GenePT Composable Embeddings
This model is a set of embeddings for a list of about 33K functional genes, created using OpenAI embedding models (and other in the future) to embed text about the genes. Details about the process and evaluations can be found in the paper:
Chen YT, Zou J. (2023+) GenePT: A Simple But Effective Foundation Model for Genes and Cells Built From ChatGPT. bioRxiv preprint: https://www.biorxiv.org/content/10.1101/2023.10.16.562533v2.

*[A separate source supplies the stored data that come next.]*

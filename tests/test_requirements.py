"""What a part would need: the per-role requirements and the single figure that fixes a failure.

Hand working for the bundled field-logger scenario (catalogs/scenarios/field-logger.toml, whose
comments work its envelope by hand with the TI SLVA372 and Erickson & Maksimovic ch. 2/5
forms): l_min = 9.80 µH, l_max = 19.59 µH; at l_min the peak is 4.368 A and the RMS 3.781 A;
switch RMS 3.355 A; diode voltage 24.06 V, switch voltage 24.76 V (plus the spec's default 0.7 V
diode drop); output-cap RMS 1.548 A; duty_max 0.7875.
The standard profile's figures (from memory, see partpick/screening/profiles/standard.toml):
Isat use 0.8, Irms use 0.9, tolerance 20 %, reverse-voltage use 0.8, forward-current use 0.7,
drain-voltage use 0.8, drain-current use 0.6, thermal margin 25 °C, hot factor 1.5, class II
ceramic voltage use 0.5, ripple-current use 1.0, max_parallel 4.
"""

from __future__ import annotations

import json
from pathlib import Path

import pytest

from partpick.catalog.importer import import_catalog
from partpick.cli import app
from partpick.design.spec import load_spec
from partpick.design.topologies import get_topology
from partpick.render.requirements import fixes_text, requirements_line, safe_value
from partpick.screening.checks import Requirement
from partpick.screening.pick import pick
from partpick.screening.profiles import load_profile
from partpick.screening.requirements import role_requirements

ROOT = Path(__file__).resolve().parent.parent
LOGGER = ROOT / "catalogs" / "scenarios" / "field-logger.toml"
BOM_DATA = Path(__file__).parent / "data" / "bom"


def _requirements(role: str) -> dict[tuple[str, str], float]:
    spec, profile = load_spec(LOGGER), load_profile("standard")
    topology = get_topology(spec.topology)
    found = role_requirements(role, spec, topology.envelope(spec), topology, profile, 4)
    return {(r.field, r.comparison): r.value for r in found}


@pytest.mark.parametrize(
    ("role", "field", "comparison", "expected"),
    [
        # L·(1 − 0.2) ≥ l_min: 9.80/0.8 = 12.25 µH; at most l_max = 19.59 µH
        ("inductor", "inductance_h", ">=", 9.80e-6 / 0.8),
        ("inductor", "inductance_h", "<=", 19.59e-6),
        ("inductor", "isat_a", ">=", 4.368 / 0.8),  # peak at l_min / 0.8 = 5.46 A
        ("inductor", "irms_a", ">=", 3.781 / 0.9),  # RMS at l_min / 0.9 = 4.20 A
        ("switch", "vds_v", ">=", 24.76 / 0.8),  # 31.0 V, as the scenario works it
        ("switch", "id_a", ">=", 4.368 / 0.6),  # 7.28 A
        # (150 − 25 − 60) °C / (3.355² A² · 1.5) = 3.85 Ω·°C/W
        ("switch", "rds_on_theta_ja", "<=", 65.0 / (3.355**2 * 1.5)),
        ("diode", "vrrm_v", ">=", 24.06 / 0.8),
        ("diode", "if_avg_a", ">=", 0.8 / 0.7),  # 1.14 A
        ("diode", "vf_theta_ja", "<=", 65.0 / 0.8),  # 81.25 V·°C/W
        ("output-cap", "voltage_v", ">=", 24.06 / 0.5),  # 48.1 V, the 50 V ceramic class
        ("output-cap", "ripple_a", ">=", 1.548 / 4),  # four parts share 1.548 A
        # half of 120 mV each: 0.8·0.7875/(400e3·4·0.06) = 6.56 µF; 4·0.06/4.368 = 54.9 mΩ
        ("output-cap", "c_eff_f", ">=", 0.8 * 0.7875 / (400e3 * 4 * 0.06)),
        ("output-cap", "esr_ohm", "<=", 4 * 0.06 / 4.368),
        ("output-cap", "count", "<=", 4),
        ("input-cap", "voltage_v", ">=", 8.4 / 0.5),  # 16.8 V
        ("input-cap", "ripple_a", ">=", 0.435 / 4),
    ],
)
def test_requirements_match_the_hand_working(role, field, comparison, expected):
    assert _requirements(role)[(field, comparison)] == pytest.approx(expected, rel=2e-3)


@pytest.mark.parametrize(
    ("value", "comparison", "shown"),
    # rounding towards safety: a minimum never drops below what is needed, a maximum never
    # rises above what is allowed (common practice, no published source)
    [(5.4012, ">=", 5.41), (5.46, ">=", 5.46), (0.0549, "<=", 0.0549), (41.96, "<=", 41.9),
     (30.075, ">=", 30.1), (12.25e-6, ">=", 12.3e-6)],
)  # fmt: skip
def test_a_pasted_figure_is_rounded_towards_safety(value, comparison, shown):
    assert safe_value(value, comparison) == pytest.approx(shown, rel=1e-12)


def test_the_inductor_requirements_read_as_one_search_line():
    reqs = [
        Requirement("inductance_h", ">=", 12.25e-6, "H", "inductance"),
        Requirement("inductance_h", "<=", 19.59e-6, "H", "inductance"),
        Requirement("isat_a", ">=", 5.46, "A", "saturation"),
        Requirement("irms_a", ">=", 4.2011, "A", "rms"),
    ]
    assert requirements_line(reqs) == "L 12.3–19.5 µH, Isat ≥ 5.46 A, Irms ≥ 4.21 A"


def _run(runner, *args):
    return runner.invoke(app, [str(a) for a in args])


@pytest.fixture
def bundled_db(tmp_path) -> str:
    db = str(tmp_path / "parts.db")
    for kind, name in [("inductor", "inductors"), ("capacitor", "capacitors"),
                       ("diode", "diodes"), ("mosfet", "mosfets")]:  # fmt: skip
        import_catalog(db, [ROOT / "catalogs" / f"{name}.csv"], kind)
    return db


def test_pick_json_lists_the_requirements_when_nothing_passes(runner, bundled_db):
    # 3 A out from 5 V in: the switch peak is far above every bundled part's ID
    result = _run(runner, "pick", LOGGER, "--role", "switch", "--iout", "3A", "--vin-min", "5V",
                  "--db", bundled_db, "--format", "json")  # fmt: skip
    assert result.exit_code == 0, result.output
    data = json.loads(result.output)
    assert data["counts"]["passed"] == 0
    fields = {(r["field"], r["comparison"]) for r in data["requirements"]}
    assert {("vds_v", ">="), ("id_a", ">="), ("rds_on_theta_ja", "<=")} <= fields
    for r in data["requirements"]:
        assert set(r) >= {"field", "comparison", "value", "unit"} and r["value"] > 0


def test_pick_table_prints_the_search_line_when_nothing_passes(runner, bundled_db):
    result = _run(runner, "pick", LOGGER, "--role", "switch", "--iout", "3A", "--vin-min", "5V",
                  "--db", bundled_db)  # fmt: skip
    assert result.exit_code == 0, result.output
    assert "A part would need: VDS ≥" in result.output


def test_bom_json_gives_each_empty_role_its_requirements(runner, bundled_db):
    result = _run(runner, "bom", LOGGER, "--iout", "3A", "--vin-min", "5V", "--db", bundled_db,
                  "--format", "json", "--no-verify")  # fmt: skip
    assert result.exit_code == 3, result.output
    data = json.loads(result.output)
    empty = [line for line in data["lines"] if line["status"] == "no part"]
    assert empty
    for line in empty:
        assert line["requirements"], line["role"]
        assert all(r["comparison"] in (">=", "<=") for r in line["requirements"])


def test_a_thermal_failure_names_the_theta_ja_and_vf_that_would_pass(tmp_path):
    # Invented Schottky diode: VF 0.5 V, θJA 200 °C/W, Tjmax 150 °C, at 0.8 A and 60 °C.
    # P = 0.5·0.8 = 0.4 W (Erickson & Maksimovic ch. 3, conduction as a constant drop);
    # Tj = 60 + 0.4·200 = 140 °C, over the 150 − 25 = 125 °C limit. Alone, θJA ≤ 65/0.4 =
    # 162.5 °C/W would pass, or VF ≤ 65/200/0.8 = 0.40625 V.
    csv_path = tmp_path / "hot.csv"
    csv_path.write_text(
        "Mfr Part Number,Manufacturer,Diode Type,Reverse Voltage (Vrrm),Average Forward Current,"
        "Forward Voltage,Reverse Recovery Charge,Max Junction Temperature,"
        "Thermal Resistance Theta JA\n"
        "BT-ZK40-HOT,Brackwater Test Semis,Schottky,40 V,3 A,0.5 V,0 nC,150 °C,200 °C/W\n",
        encoding="utf-8",
    )
    db = str(tmp_path / "hot.db")
    import_catalog(db, [csv_path], "diode")
    result = pick(db, load_spec(BOM_DATA / "spec.toml"), "diode", profile=load_profile("standard"))
    (outcome,) = result.failed
    thermal = outcome.check("thermal")
    fixes = {f.field: f.value for f in thermal.fixes}
    assert fixes["theta_ja_degc_w"] == pytest.approx(162.5, rel=1e-9)
    assert fixes["vf_v"] == pytest.approx(0.40625, rel=1e-9)
    assert fixes_text(thermal.fixes) == "θJA ≤ 162 °C/W, or VF ≤ 406 mV"


def test_pick_json_gives_a_thermal_failure_its_fixes(runner, bundled_db):
    # 3 A through a Schottky at 60 °C: the losses (Erickson & Maksimovic ch. 3, VF·I) push the
    # closest diodes over their junction limit; each such failure names the θJA (and the VF)
    # that alone would pass.
    result = _run(runner, "pick", LOGGER, "--role", "diode", "--iout", "3A", "--db", bundled_db,
                  "--format", "json")  # fmt: skip
    assert result.exit_code == 0, result.output
    thermal = [
        (entry["mpn"], reason)
        for entry in json.loads(result.output)["failed"]
        for reason in entry["reasons"]
        if reason["rule"] == "thermal"
    ]
    assert thermal
    for _mpn, reason in thermal:
        fields = {f["field"] for f in reason["fixes"]}
        assert "theta_ja_degc_w" in fields
        assert all(f["comparison"] == "<=" and f["value"] > 0 for f in reason["fixes"])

and on GitHub: https://github.com/yiqunchen/GenePT
In this repsitory, we (not the original authors) are collecting modifications of the original embeddings with the intent of creating a set of composable embeddings for genes. These embeddings will encode specific information about each gene regarding a set of factors, such as aging, drug interactions, pathways, etc. The repository also contains the original embeddings.
Dataset
The base dataset was collected from NCBI and UniProt, and contains a set of gene descriptions. We have used gtp-4o-mini
(and potentially other models in the future) to generate descriptions of the genes, and other factors as mentioned above. We have collected the source datasets in the honicky/genept-composable-embeddings-source-data
Dataset repository.
Model
The model is used by multiplying the gene embedding vectors by the expression level for each genes and summing the results (e.g. a matrix multiplication). See the original paper for more details.
Code
The https://github.com/honicky/GenePT-tools repository contains the latest code for building and using the models, as well as some example notebooks.
License
The original models and data in this repository is licensed under the MIT license. The original GenePT weights are governed by the license of the original GenePT repository.